• **AIM OF THE TASK**:
All of the lines below should be copied word for word.
ENTRIES SHOWN: Begin
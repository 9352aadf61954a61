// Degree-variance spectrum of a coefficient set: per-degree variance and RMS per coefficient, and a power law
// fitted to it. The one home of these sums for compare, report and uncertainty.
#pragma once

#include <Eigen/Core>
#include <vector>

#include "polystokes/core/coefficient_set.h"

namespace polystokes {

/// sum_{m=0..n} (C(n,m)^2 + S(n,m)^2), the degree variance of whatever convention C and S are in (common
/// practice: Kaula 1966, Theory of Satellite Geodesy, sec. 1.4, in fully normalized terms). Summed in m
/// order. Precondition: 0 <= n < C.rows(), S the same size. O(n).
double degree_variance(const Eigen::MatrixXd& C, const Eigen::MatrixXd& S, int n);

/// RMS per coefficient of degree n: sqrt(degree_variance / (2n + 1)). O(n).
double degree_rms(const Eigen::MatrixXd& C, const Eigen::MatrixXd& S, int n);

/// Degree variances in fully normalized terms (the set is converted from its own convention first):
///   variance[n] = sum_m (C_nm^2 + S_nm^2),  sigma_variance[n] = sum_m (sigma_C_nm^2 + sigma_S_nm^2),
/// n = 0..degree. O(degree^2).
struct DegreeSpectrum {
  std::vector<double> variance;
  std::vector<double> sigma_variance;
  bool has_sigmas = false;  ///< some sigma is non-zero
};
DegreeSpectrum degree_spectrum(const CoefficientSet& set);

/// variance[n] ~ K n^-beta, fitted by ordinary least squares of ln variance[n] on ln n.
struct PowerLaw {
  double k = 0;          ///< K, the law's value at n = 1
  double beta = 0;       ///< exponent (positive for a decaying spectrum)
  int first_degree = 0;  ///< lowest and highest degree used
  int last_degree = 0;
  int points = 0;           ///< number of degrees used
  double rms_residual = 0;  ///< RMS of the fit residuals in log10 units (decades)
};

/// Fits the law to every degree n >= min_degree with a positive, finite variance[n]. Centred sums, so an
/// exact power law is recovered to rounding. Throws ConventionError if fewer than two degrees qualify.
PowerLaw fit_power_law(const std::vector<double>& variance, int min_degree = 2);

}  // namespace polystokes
ENTRIES SHOWN: End
• **WRITTEN REPLY**:
repository 9352aadf61954a61
// Degree-variance spectrum of a coefficient set: per-degree variance and RMS per coefficient, and a power law
// fitted to it. The one home of these sums for compare, report and uncertainty.
#pragma once

#include <Eigen/Core>
#include <vector>

#include "polystokes/core/coefficient_set.h"

namespace polystokes {

/// sum_{m=0..n} (C(n,m)^2 + S(n,m)^2), the degree variance of whatever convention C and S are in (common
/// practice: Kaula 1966, Theory of Satellite Geodesy, sec. 1.4, in fully normalized terms). Summed in m
/// order. Precondition: 0 <= n < C.rows(), S the same size. O(n).
double degree_variance(const Eigen::MatrixXd& C, const Eigen::MatrixXd& S, int n);

/// RMS per coefficient of degree n: sqrt(degree_variance / (2n + 1)). O(n).
double degree_rms(const Eigen::MatrixXd& C, const Eigen::MatrixXd& S, int n);

/// Degree variances in fully normalized terms (the set is converted from its own convention first):
///   variance[n] = sum_m (C_nm^2 + S_nm^2),  sigma_variance[n] = sum_m (sigma_C_nm^2 + sigma_S_nm^2),
/// n = 0..degree. O(degree^2).
struct DegreeSpectrum {
  std::vector<double> variance;
  std::vector<double> sigma_variance;
  bool has_sigmas = false;  ///< some sigma is non-zero
};
DegreeSpectrum degree_spectrum(const CoefficientSet& set);

/// variance[n] ~ K n^-beta, fitted by ordinary least squares of ln variance[n] on ln n.
struct PowerLaw {
  double k = 0;          ///< K, the law's value at n = 1
  double beta = 0;       ///< exponent (positive for a decaying spectrum)
  int first_degree = 0;  ///< lowest and highest degree used
  int last_degree = 0;
  int points = 0;           ///< number of degrees used
  double rms_residual = 0;  ///< RMS of the fit residuals in log10 units (decades)
};

/// Fits the law to every degree n >= min_degree with a positive, finite variance[n]. Centred sums, so an
/// exact power law is recovered to rounding. Throws ConventionError if fewer than two degrees qualify.
PowerLaw fit_power_law(const std::vector<double>& variance, int min_degree = 2);

}  // namespace polystokes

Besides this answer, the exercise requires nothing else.